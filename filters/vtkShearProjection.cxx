// SPDX-License-Identifier: BSD-3-Clause
#include "vtkShearProjection.h"

#include "WallAdjacency.h"
#include "WallLoadsColumns.h"
#include "WallLoadsDefaults.h"
#include "WallLoadsPipeline.h"
#include "WallShearFaces.h"

#include "vtkCellData.h"
#include "vtkDataSetAttributes.h"
#include "vtkDoubleArray.h"
#include "vtkCellTypes.h"
#include "vtkCompositeDataSet.h"
#include "vtkDataAssembly.h"
#include "vtkDataAssemblyUtilities.h"
#include "vtkDataObjectTree.h"
#include "vtkDataObjectTreeIterator.h"
#include "vtkIdList.h"
#include "vtkInformation.h"
#include "vtkInformationVector.h"
#include "vtkIntArray.h"
#include "vtkMultiBlockDataSet.h"
#include "vtkObjectFactory.h"
#include "vtkPointData.h"
#include "vtkPointSet.h"
#include "vtkPoints.h"
#include "vtkPolyData.h"
#include "vtkSmartPointer.h"
#include "vtkUnstructuredGrid.h"

#include <algorithm>
#include <cmath>
#include <limits>
#include <set>
#include <sstream>
#include <vector>

vtkStandardNewMacro(vtkShearProjection);

namespace
{
using namespace wallloads;

/// Faces per chunk of the face loop: progress and abort are checked between chunks.
constexpr vtkIdType ChunkFaces = 32768;

/// Whether a dataset holds a 3-D cell.
bool HasVolumeCells(vtkDataSet* ds)
{
  if (!ds)
  {
    return false;
  }
  if (auto* ug = vtkUnstructuredGrid::SafeDownCast(ds))
  {
    const vtkIdType n = ug->GetNumberOfCells();
    const unsigned char* types = n > 0 ? ug->GetCellTypesArray()->GetPointer(0) : nullptr;
    for (vtkIdType c = 0; c < n; ++c)
    {
      if (vtkCellTypes::GetDimension(types[c]) == 3)
      {
        return true;
      }
    }
    return false;
  }
  for (vtkIdType c = 0; c < ds->GetNumberOfCells(); ++c)
  {
    if (vtkCellTypes::GetDimension(static_cast<unsigned char>(ds->GetCellType(c))) == 3)
    {
      return true;
    }
  }
  return false;
}

/// The first 3-component numeric array of the first volume block that has
/// one, cell data before point data; unset if none.
ArraySelection FirstVector(const std::vector<vtkDataSet*>& volume)
{
  ArraySelection sel;
  for (vtkDataSet* ds : volume)
  {
    for (int onPoints = 0; onPoints < 2; ++onPoints)
    {
      vtkDataSetAttributes* attrs = onPoints
        ? static_cast<vtkDataSetAttributes*>(ds->GetPointData())
        : static_cast<vtkDataSetAttributes*>(ds->GetCellData());
      for (int i = 0; i < attrs->GetNumberOfArrays(); ++i)
      {
        vtkDataArray* a = attrs->GetArray(i);
        if (a && a->GetName() && a->GetNumberOfComponents() == 3 &&
          std::string(a->GetName()) != vtkDataSetAttributes::GhostArrayName())
        {
          sel.Name = a->GetName();
          sel.OnPoints = onPoints == 1;
          return sel;
        }
      }
    }
  }
  return sel;
}

/// Whether a volume block has an array of this name (cell or point data).
bool HasArrayNamed(const std::vector<vtkDataSet*>& volume, const std::string& name)
{
  for (vtkDataSet* ds : volume)
  {
    if (ds->GetCellData()->GetAbstractArray(name.c_str()) ||
      ds->GetPointData()->GetAbstractArray(name.c_str()))
    {
      return true;
    }
  }
  return false;
}

/// Absolute rounding of a dataset's coordinates: eps of the point type times the largest one.
double CoordinateRounding(vtkDataSet* ds)
{
  double bounds[6];
  ds->GetBounds(bounds);
  double reach = 0;
  for (double b : bounds)
  {
    reach = std::max(reach, std::isfinite(b) ? std::abs(b) : 0.0);
  }
  auto* ps = vtkPointSet::SafeDownCast(ds);
  const bool isFloat = ps && ps->GetPoints() && ps->GetPoints()->GetDataType() == VTK_FLOAT;
  return (isFloat ? std::numeric_limits<float>::epsilon() : std::numeric_limits<double>::epsilon()) *
    reach;
}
◆ ◆ ◆ ◆ ◆ ◆ ◆
Try it: If a line in the records above contains the word "GetName", count it, then give the total and nothing else.

Answer space: 3